▶ **What to do**:
Every line below between the one holding "row's columns the" and the one holding "size_t n = sizes[k], d = 4;", inclusive, should be copied exactly, and no other line.

▶ **Extracted entries**:
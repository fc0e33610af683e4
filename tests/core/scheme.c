/* The schemes: antithetic pairs, latin strata, sobol points, and that plain is draw(). */
#include "draws.h"

#include "../../src/scheme.h"

static double *by_scheme(const copula *c, scheme how, uint64_t seed, size_t first, size_t rows)
{
    pool p = { 0 };
    double *u = malloc(rows * c->dimension * sizeof *u);
    assert_int_equal(draw_by_scheme(c, how, seed, first, rows, u, rows, &p), OK);
    assert_null(p.last);
    return u;
}

static void plain_is_draw(void **state)
{
    (void)state;
    struct sample_copula s;
    copula *c = one_parameter(&s, "gumbel", 3, 1.5);
    double *u = by_scheme(c, SCHEME_PLAIN, 4, 11, 500), *v = drawn(c, 4, 11, 500);
    assert_memory_equal(u, v, 3 * 500 * sizeof *u);
    free(u), free(v);
}

/* Even rows are those of a plain draw, odd ones are 1 - them in an elliptical copula; any part of
 * a draw is the same as the whole there. */
static void antithetic_pairs(void **state)
{
    (void)state;
    struct sample_copula s;
    size_t n = 20001, d = 3;
    uint64_t pick = 3;
    for (int k = 0; k < 2; k++) {
        copula *c = k ? one_parameter(&s, "clayton", d, 2) : elliptical(&s, "t", d, 0.5, 3);
        double *u = by_scheme(c, SCHEME_ANTITHETIC, 4, 0, n), *v = drawn(c, 4, 0, n / 2 + 1);
        for (size_t j = 0; j < d; j++)
            for (size_t i = 0; i < n; i++) {
                double even = v[j * (n / 2 + 1) + i / 2];
                if (i % 2 == 0) assert_same(u[j * n + i], even);
                else if (k == 0) assert_within(u[j * n + i], 1 - even, 2e-16);
            }
        for (size_t m = 0; m < effort(10); m++) {
            size_t first = random_below(&pick, n), rows = 1 + random_below(&pick, n - first);
            double *part = by_scheme(c, SCHEME_ANTITHETIC, 4, first, rows);
            for (size_t j = 0; j < d; j++)
                assert_memory_equal(part + j * rows, u + j * n + first, rows * sizeof *u);
            free(part);
        }
        free(u), free(v);
    }
}

/* A pair's mean varies less than that of two independent rows: for the sum of a row's columns the
 * correlation of the two is well below 0; for elliptical copulas it is -1. */
static void antithetic_rows_oppose(void **state)
{
    (void)state;
    static const char *const words[] = { "clayton", "gumbel", "frank", "joe" };
    for (int w = 0; w < 4; w++) {
        struct sample_copula s;
        size_t n = effort(10000) * 2;
        copula *c = one_parameter(&s, words[w], 2, 2);
        double *u = by_scheme(c, SCHEME_ANTITHETIC, 8, 0, n), xy = 0, xx = 0;
        for (size_t i = 0; i < n; i += 2) {
            double x = u[i] + u[n + i] - 1, y = u[i + 1] + u[n + i + 1] - 1;
            xy += x * y;
            xx += x * x + y * y;
        }
        assert_true(2 * xy / xx < -0.5);
        free(u);
    }
}

/* Each column has one number in each stratum, and its ranks are those of the plain draw. */
static void latin_strata(void **state)
{
    (void)state;
    static const size_t sizes[] = { 1, 2, 255, 256, 257, 5000 };
    for (size_t k = 0; k < 6; k++) {
        struct sample_copula s;
        size_t n = sizes[k], d = 4;
        copula *c = one_parameter(&s, "frank", d, 5);
        double *u = by_scheme(c, SCHEME_LATIN, 4, 0, n), *v = drawn(c, 4, 0, n);
        char *taken = calloc(n, 1);
        for (size_t j = 0; j < d; j++) {
            memset(taken, 0, n);
            for (size_t i = 0; i < n; i++) {
                size_t stratum = (size_t)(u[j * n + i] * (double)n);
                assert_true(stratum < n && !taken[stratum]);
                taken[stratum] = 1;
                if (i) assert_int_equal(u[j * n + i] < u[j * n], v[j * n + i] < v[j * n]);
            }
        }
        free(u), free(v), free(taken);
    }
}

/* A part of a sobol draw is the same as the whole there. */
static void sobol_stands_alone(void **state)
{
    (void)state;
    struct sample_copula s;
    copula *c = elliptical(&s, "t", 3, 0.4, 5);
    uint64_t pick = 12;
    size_t n = 3000;
    double *u = by_scheme(c, SCHEME_SOBOL, 4, 0, n);
    for (size_t m = 0; m < effort(10); m++) {
        size_t first = random_below(&pick, n), rows = 1 + random_below(&pick, n - first);
        double *part = by_scheme(c, SCHEME_SOBOL, 4, first, rows);
        for (size_t j = 0; j < 3; j++)
            assert_memory_equal(part + j * rows, u + j * n + first, rows * sizeof *u);
        free(part);
    }
    free(u);
}

/* Owen (1997): the mean over 2^m scrambled points varies far less than that over as many
 * independent rows. Here the mean of the product of three columns, over 40 seeds; the mean over
 * all seeds agrees with that of independent rows within four of their standard errors. */
static void sobol_varies_less(void **state)
{
    (void)state;
    static const char *const words[] = { "independent", "gaussian", "t", "clayton", "gumbel",
                                         "frank", "joe" };
    for (int w = 0; w < 7; w++) {
        struct sample_copula s;
        size_t n = 2048, seeds = 40;
        copula *c = one_parameter(&s, words[w], 3, 2);
        if (c->family->has_matrix) elliptical(&s, words[w], 3, 0.5, 3);
        double sum[2] = { 0 }, squares[2] = { 0 };
        for (size_t seed = 0; seed < seeds; seed++)
            for (int k = 0; k < 2; k++) {
                double *u = by_scheme(c, k ? SCHEME_SOBOL : SCHEME_PLAIN, seed, 0, n), mean = 0;
                for (size_t i = 0; i < n; i++) mean += u[i] * u[n + i] * u[2 * n + i] / (double)n;
                sum[k] += mean / (double)seeds;
                squares[k] += mean * mean / (double)seeds;
                free(u);
            }
        double plain = squares[0] - sum[0] * sum[0], sobol = squares[1] - sum[1] * sum[1];
        if (!(sobol < plain / 25))
            fail_msg("%s: variance %g, with sobol %g", words[w], plain, sobol);
        assert_within(sum[1], sum[0], 4 * sqrt(plain / (double)seeds));
    }
}

static void what_is_refused(void **state)
{
    (void)state;
    struct sample_copula s;
    copula *c = one_parameter(&s, "frank", 2, 5);
    double u[40];
    pool p = { 0 };
    assert_int_equal(draw_by_scheme(c, SCHEME_LATIN, 1, 1, 10, u, 20, &p), OUT_OF_DOMAIN);
    one_parameter(&s, "frank", 129, 5);
    assert_int_equal(draw_by_scheme(c, SCHEME_SOBOL, 1, 0, 0, u, 0, &p), OUT_OF_DOMAIN);
    elliptical(&s, "t", 3, -0.9, 3);
    assert_int_equal(draw_by_scheme(c, SCHEME_ANTITHETIC, 1, 0, 10, u, 10, &p), OUT_OF_DOMAIN);
}

static void memory_runs_out(void **state)
{
    (void)state;
    struct sample_copula s;
    copula *c = elliptical(&s, "t", 2, 0.3, 5);
    double u[40];
    for (int how = SCHEME_PLAIN; how <= SCHEME_SOBOL; how++) {
        pool p = { 0 };
        assert_int_equal(draw_by_scheme(c, (scheme)how, 1, 0, 20, u, 20, &p), OK);
        for (size_t n = 1; n <= p.taken; n++) {
            pool failing = { .fail_at = n };
            assert_int_equal(draw_by_scheme(c, (scheme)how, 1, 0, 20, u, 20, &failing), NO_MEMORY);
            assert_null(failing.last);
        }
    }
}

int main(void)
{
    const struct CMUnitTest tests[] = {
        cmocka_unit_test(plain_is_draw),
        cmocka_unit_test(antithetic_pairs),
        cmocka_unit_test(antithetic_rows_oppose),
        cmocka_unit_test(latin_strata),
        cmocka_unit_test(sobol_stands_alone),
        cmocka_unit_test(sobol_varies_less),
        cmocka_unit_test(what_is_refused),
        cmocka_unit_test(memory_runs_out),
    };
    return cmocka_run_group_tests(tests, NULL, NULL);
}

▶ **Task answer**:
/* A pair's mean varies less than that of two independent rows: for the sum of a row's columns the
 * correlation of the two is well below 0; for elliptical copulas it is -1. */
static void antithetic_rows_oppose(void **state)
{
    (void)state;
    static const char *const words[] = { "clayton", "gumbel", "frank", "joe" };
    for (int w = 0; w < 4; w++) {
        struct sample_copula s;
        size_t n = effort(10000) * 2;
        copula *c = one_parameter(&s, words[w], 2, 2);
        double *u = by_scheme(c, SCHEME_ANTITHETIC, 8, 0, n), xy = 0, xx = 0;
        for (size_t i = 0; i < n; i += 2) {
            double x = u[i] + u[n + i] - 1, y = u[i + 1] + u[n + i + 1] - 1;
            xy += x * y;
            xx += x * x + y * y;
        }
        assert_true(2 * xy / xx < -0.5);
        free(u);
    }
}

/* Each column has one number in each stratum, and its ranks are those of the plain draw. */
static void latin_strata(void **state)
{
    (void)state;
    static const size_t sizes[] = { 1, 2, 255, 256, 257, 5000 };
    for (size_t k = 0; k < 6; k++) {
        struct sample_copula s;
        size_t n = sizes[k], d = 4;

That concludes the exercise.